▶ THE DATA
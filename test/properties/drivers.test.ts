// Rates that read drivers or the year and vary by chance as well, and drivers whose years are drawn. Bounds are 5.8 standard errors.
import { expect, test } from 'vitest';
import { modelYears } from '../../src/analysis/chance/model-years.ts';
import { runYear } from '../../src/compile/year-map.ts';
import { compileText, tryText } from '../pipeline/compile-text.ts';
import { correlationOf, meanOf, runWeather, sdOf } from './weather.ts';

const replicates = 40_000;
const rain = [0.6, 1.0, 1.3, 0.9];

interface Parts {
  readonly survival?: string;
  readonly births?: string;
  readonly future?: string;
  readonly variation?: string;
  readonly rest?: string;
  readonly values?: string;
}

function text({ survival = '0.5', births = '2', future = 'repeat', variation = '', rest = '', values }: Parts): string {
  const series = (name: string, by: number) =>
    `    ${name}: { ${rain.map((one, i) => `${2020 + i}: ${one * by}`).join(', ')} }`;
  return `skein: 1
study: { title: Drivers }
first-year: 2027
years: 6
patches:
  - { name: A, depth: 1 }
  - { name: B, depth: 2 }
counts: females
classes: [adult]
oldest: open-ended
parameters: { s: 0.5 }
drivers:
  values:
${values ?? `${series('rain', 1)}\n${series('snow', 10)}`}
  future: ${future}
survival: { adult: "${survival}" }
births: { adult: "${births}" }
year: [count, breeding, survival, ageing]
start: { table: { A: { adult: 100 }, B: { adult: 100 } } }
${variation === '' ? '' : `variation:\n${variation}\n`}${rest}`;
}

function expectMean(values: Float64Array, mean: number): void {
  expect(Math.abs(meanOf(values) - mean)).toBeLessThan((5.8 * sdOf(values)) / Math.sqrt(values.length) + 1e-12);
}

test('a varied parameter times a driver of the calendar has in each year the mean and the SD times the driver', () => {
  const compiled = compileText(text({ survival: 's * rain', variation: '  s: { sd: 0.05 }\n  between-patches: 0' }));
  const weather = runWeather(compiled, replicates, 6);
  for (const [step, drop] of [0.6, 1, 1.3, 0.9, 0.6, 1].entries()) {
    const factors = weather.ofResponse('survival of adult', 'A', step + 1);
    const rates = factors.map((one) => one * 0.5 * drop);
    expectMean(rates, 0.5 * drop);
    expect(Math.abs(sdOf(rates) / (0.05 * drop) - 1)).toBeLessThan(5.8 / Math.sqrt(2 * replicates));
  }
});

test('a rate that varies by itself keeps its SD while its mean follows year and driver; a cv goes with the mean', () => {
  const survival = '0.4 * rain + 0.01 * (year - 2027)';
  for (const [how, sdAt] of [
    ['sd: 0.06', () => 0.06],
    ['cv: 10 %', (mean: number) => 0.1 * mean],
  ] as const) {
    const compiled = compileText(
      text({ survival, variation: `  survival: { adult: { ${how} } }\n  between-patches: 0` }),
    );
    const { varied } = compiled.model.variation!;
    const weather = runWeather(compiled, replicates, 6);
    for (let step = 1; step <= 6; step++) {
      const mean = 0.4 * rain[(step - 1) % 4]! + 0.01 * (step - 1);
      const first = varied[0]!.mean.epochs[0]![1]!;
      // The helper gives values on the scale of the first year.
      const rates = weather.of('survival of adult', 'B', step).map((one) => (one * mean) / first);
      expectMean(rates, mean);
      const squares = rates.map((one) => (one - mean) ** 2);
      expect(Math.abs(meanOf(squares) - sdAt(mean) ** 2)).toBeLessThan((5.8 * sdOf(squares)) / Math.sqrt(replicates));
    }
  }
});

test('drawn years: each given year with the same chance, one for all drivers and patches, and independent in time', () => {
  const compiled = compileText(text({ survival: 'rain / 2', births: 'snow / 5', future: 'resample-years' }));
  const weather = runWeather(compiled, replicates, 3);
  const base = meanOf(Float64Array.from(rain)) / 2;
  const of = (step: number, patch = 'A') => weather.ofResponse('survival of adult', patch, step).map((x) => x * base);
  for (let step = 1; step <= 3; step++) {
    const values = of(step);
    for (const one of rain) {
      const share = values.filter((value) => Math.abs(value - one / 2) < 1e-12).length / replicates;
      expect(Math.abs(share - 0.25)).toBeLessThan(5.8 * Math.sqrt((0.25 * 0.75) / replicates));
    }
    expect(of(step, 'B')).toEqual(values);
    const births = weather.ofResponse('births of adult', 'B', step);
    births.forEach((factor, r) => expect(factor * 4 * base).toBeCloseTo(4 * values[r]!, 10));
  }
  expect(Math.abs(correlationOf(of(1), of(2)))).toBeLessThan(5.8 / Math.sqrt(replicates));
  expect(Math.abs(correlationOf(of(1), of(3)))).toBeLessThan(5.8 / Math.sqrt(replicates));
});

test('the map takes the mean of the expression over the given years, not the expression at the mean driver', () => {
  const compiled = compileText(text({ survival: '0.4', births: 'rain ^ 2 * depth', future: 'resample-years' }));
  const square = rain.reduce((sum, one) => sum + one * one, 0) / 4;
  const after = (start: Float64Array): Float64Array => runYear(compiled, start).after;
  expect([after(Float64Array.of(1, 0))[0], after(Float64Array.of(0, 1))[1]]).toEqual([
    expect.closeTo(0.4 * (1 + square), 12),
    expect.closeTo(0.4 * (1 + 2 * square), 12),
  ]);
});

test('what varies beside drawn years leaves them as they were, and a further driver moves none', () => {
  const alone = compileText(text({ births: 'rain', future: 'resample-years' }));
  const beside = compileText(
    text({
      births: 'rain',
      future: 'resample-years',
      values: `    aaa: { ${rain.map((_, i) => `${2020 + i}: 1`).join(', ')} }\n    rain: { ${rain.map((one, i) => `${2020 + i}: ${one}`).join(', ')} }`,
      variation: '  survival: { adult: { sd: 0.1 } }\n  between-patches: 0.5',
    }),
  );
  const [a, b] = [runWeather(alone, 160, 6), runWeather(beside, 160, 6)];
  for (let step = 1; step <= 6; step++)
    expect(b.ofResponse('births of adult', 'A', step)).toEqual(a.ofResponse('births of adult', 'A', step));
});

test.each([
  ['a drawn driver in an SD', {}, 'varies-elsewhere'],
  ['a drawn driver behind a parameter that varies', {}, 'varies-elsewhere'],
  ['a drawn driver in a rate that varies', { survival: 'rain / 2' }, 'varied-twice'],
  ['a rate above 1 in a given year', { survival: 'rain * 0.8' }, 'impossible-variation'],
  ['a driver with a year missing', { values: '    rain: { 2020: 1, 2021: 1 }\n    snow: { 2020: 1 }' }, 'driver-years'],
] as const)('%s is refused', (what, parts, code) => {
  const variation = what.includes('rate that varies')
    ? '  survival: { adult: { sd: 0.05 } }\n  between-patches: 0'
    : '';
  let wrong = text({ future: 'resample-years', variation, ...parts });
  if (what.includes('SD')) wrong += 'variation: { survival: { adult: { sd: 0.1 * rain } }, between-patches: 0 }\n';
  if (what.includes('behind')) {
    wrong = wrong.replace('s: 0.5', 's: 0.5 * rain') + 'variation: { s: { sd: 0.01 }, between-patches: 0 }\n';
  }
  const codes = tryText(wrong).diagnostics.flatMap((one) => (one.severity === 'error' ? [one.code] : []));
  expect(codes).toContain(code);
});

test('a rate that is 0 at the means and above it in other years is refused, since it is scaled from its mean', () => {
  const { diagnostics } = tryText(
    text({ births: 'max(0, s - 0.5)', variation: '  s: { sd: 0.1 }\n  between-patches: 0' }),
  );
  expect(diagnostics.map(({ message }) => message)).toContain(
    'In a rare year births of adult in A is not possible: it is 0 at the means, and above it in other years',
  );
});

test('growth where years differ reads the driver of the first year', () => {
  const variation = '  s: { sd: 0.05 }\n  between-patches: 0.5';
  const alone = (survival: string): string =>
    text({ survival, variation }).replace('  - { name: B, depth: 2 }\n', '').replace(', B: { adult: 100 }', '');
  const [driven, plain] = ['s * rain', 's * 0.6'].map((one) => modelYears(compileText(alone(one))).value);
  expect(driven).not.toBeNull();
  expect(driven!.logGrowth).toBeCloseTo(plain!.logGrowth, 12);
});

▶ REQUIRED ACTION
In the listing above, locate the line containing "const of = (step: number, patch" and the line containing "for (const one". Transcribe those two lines and everything between them, exactly as written.

▶ RESULT OF THE EXERCISE
  const of = (step: number, patch = 'A') => weather.ofResponse('survival of adult', patch, step).map((x) => x * base);
  for (let step = 1; step <= 3; step++) {
    const values = of(step);
    for (const one of rain) {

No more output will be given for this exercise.